Fanny sat down under the trees and waited for the jockey in the straw hat. All around were preoccupied knots of bargainers, of owners making their final arrangements, of would-be-buyers hurrying from ring to ring in search of the paragon that they had now so little time to find. But the man from the Curragh came not. Fanny sent the mare in, and sat on under the trees, sunk in depression. It seemed to her she was the only person in the show who had nothing to do, who was not clinking handfuls of money, or smoothing out banknotes, or folding up cheques and interring them in fat and greasy pocket-books. She had never known this aspect of the Horse Show before, and—so much is in the point of view—it seemed to her sordid and detestable. Prize-winners with their coloured rosettes were swaggering about everywhere. Every horse in the show seemed to have got a prize except hers, thought Fanny. And not a man in a straw hat came near Ring 3.

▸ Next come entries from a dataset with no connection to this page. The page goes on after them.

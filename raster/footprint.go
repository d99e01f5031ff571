package raster

import (
	"fmt"
	"math"
	"strconv"

	"github.com/airbusgeo/godal"
)

// Footprint is where a grid lies on the Earth, as catalogues describe it:
// its outline and bounding box in longitude and latitude on WGS 84, and
// its own CRS's EPSG code (0 when the CRS has none).
type Footprint struct {
	// Ring is the outline, counter-clockwise and closed (the first point
	// repeated last), densified along the grid's edges so that a projected
	// grid's curved outline in longitude and latitude is followed.
	Ring [][2]float64
	// BBox is west, south, east, north.
	BBox [4]float64
	EPSG int
}

// edgePoints is the number of points taken along each edge of the grid.
const edgePoints = 16

// GridFootprint returns the footprint of g through a GDAL coordinate
// transformation to WGS 84. A grid without a CRS or geotransform has none
// (an error).
func GridFootprint(g Grid) (*Footprint, error) {
	if !g.HasGeoTransform || g.Projection == "" {
		return nil, fmt.Errorf("the grid has no CRS or geotransform: it has no place on the Earth")
	}
	var cols, rows []float64
	add := func(c, r float64) { cols, rows = append(cols, c), append(rows, r) }
	w, h := float64(g.Width), float64(g.Height)
	for i := range edgePoints { // counter-clockwise in the image: down the left, along the bottom, up the right, back along the top
		t := float64(i) / edgePoints
		add(0, h*t)
	}
	for i := range edgePoints {
		add(w*float64(i)/edgePoints, h)
	}
	for i := range edgePoints {
		add(w, h*(1-float64(i)/edgePoints))
	}
	for i := range edgePoints {
		add(w*(1-float64(i)/edgePoints), 0)
	}
	xs, ys := make([]float64, len(cols)), make([]float64, len(cols))
	for i := range cols {
		xs[i], ys[i] = applyGT(g.GeoTransform, cols[i], rows[i])
	}
	epsg, err := toWGS84(g.Projection, xs, ys)
	if err != nil {
		return nil, err
	}
	f := &Footprint{EPSG: epsg, BBox: [4]float64{math.Inf(1), math.Inf(1), math.Inf(-1), math.Inf(-1)}}
	for i := range xs {
		f.Ring = append(f.Ring, [2]float64{xs[i], ys[i]})
		f.BBox = [4]float64{min(f.BBox[0], xs[i]), min(f.BBox[1], ys[i]), max(f.BBox[2], xs[i]), max(f.BBox[3], ys[i])}
	}
	if signedArea(f.Ring) < 0 { // a north-up grid's image order is clockwise on the map
		for i, j := 0, len(f.Ring)-1; i < j; i, j = i+1, j-1 {
			f.Ring[i], f.Ring[j] = f.Ring[j], f.Ring[i]
		}
	}
	f.Ring = append(f.Ring, f.Ring[0])
	return f, nil
}

// toWGS84 transforms the points (xs, ys) of the CRS given as WKT to
// longitude and latitude on WGS 84 in place, and returns the CRS's EPSG
// code (0 when it has none).
func toWGS84(wkt string, xs, ys []float64) (int, error) {
	src, err := godal.NewSpatialRefFromWKT(wkt, errLogger)
	if err != nil {
		return 0, fmt.Errorf("read CRS: %w", err)
	}
	defer src.Close()
	epsg := 0
	if src.AutoIdentifyEPSG() == nil || src.AuthorityName("") == "EPSG" {
		epsg, _ = strconv.Atoi(src.AuthorityCode(""))
	}
	// WGS 84 as a PROJ string: longitude first, whatever the authority's
	// axis order.
	dst, err := godal.NewSpatialRefFromProj4("+proj=longlat +datum=WGS84 +no_defs", errLogger)
	if err != nil {
		return 0, err
	}
	defer dst.Close()
	tr, err := godal.NewTransform(src, dst, errLogger)
	if err != nil {
		return 0, fmt.Errorf("transform to WGS 84: %w", err)
	}
	defer tr.Close()
	ok := make([]bool, len(xs))
	if err := tr.TransformEx(xs, ys, make([]float64, len(xs)), ok); err != nil {
		return 0, fmt.Errorf("transform to WGS 84: %w", err)
	}
	return epsg, nil
}

// signedArea is the shoelace area of a ring, positive counter-clockwise.
func signedArea(ring [][2]float64) float64 {
	var a float64
	for i := range ring {
		j := (i + 1) % len(ring)
		a += ring[i][0]*ring[j][1] - ring[j][0]*ring[i][1]
	}
	return a / 2
}
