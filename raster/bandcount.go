package raster

// BandCount returns the number of bands of the files of a stack together:
// the bands --bands counts, before any selection. It opens each file alone,
// so files on other grids, and bands Open would refuse, are counted too. A
// Sentinel-2 product (its folder or metadata file, alone) counts the bands
// Open takes from it without a selection by name.
func BandCount(paths []string) (int, error) {
	if len(paths) == 1 && IsS2Product(paths[0]) {
		files, _, err := S2ProductFiles(paths[0], nil)
		if err != nil {
			return 0, err
		}
		paths = files
	}
	n := 0
	for _, p := range paths {
		ds, err := openDataset(p)
		if err != nil {
			return 0, err
		}
		n += len(ds.Bands())
		if err := ds.Close(errLogger); err != nil {
			return 0, err
		}
	}
	return n, nil
}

She went home to lunch, dead tired. The others were going to see the polo in the park.

“I must go back and sell the mare,” said Fanny valiantly, “or else take that ticket to Craffroe, Mr. Gunning!”

“Well, we’ll come down and pick you up there after the first match, you poor, miserable thing,” said Mrs. Spicer, “and I hope you’ll find that beast of a horse dead when you get there! You look half dead yourself!”

How sick Fanny was of signing her name at that turnstile! The pen was more atrocious every time. How tired her feet were! How sick she was of the whole thing, and how incredibly big a fool she had been! She was almost too tired to know what she was doing, and she had actually walked past stall No. 548 without noticing it, when she heard Patsey’s voice calling her.

“Miss Fanny! Miss Fanny! I have her sold! The mare’s sold, miss! See here! I have the money in me pocket!”

The colour flooded Fanny Fitz’s face. She stared at Patsey with eyes that more than ever suggested the Connemara trout-stream with the sun playing in it; so bright were they, so changing, and so wet. So at least thought a man, much addicted to fishing, who was regarding the scene from a little way off.

“He was a dealer, miss,” went on Patsey; “a Dublin fella’. Sixty-three sovereigns I asked him, and he offered me fifty-five, and a man that was there said we should shplit the differ, and in the latther end he gave me the sixty pounds. He wasn’t very stiff at all. I’m thinking he wasn’t buying for himself.”

The man who had noticed Fanny Fitz’s eyes moved away unostentatiously. He had seen in them as much as he wanted; for that time at least.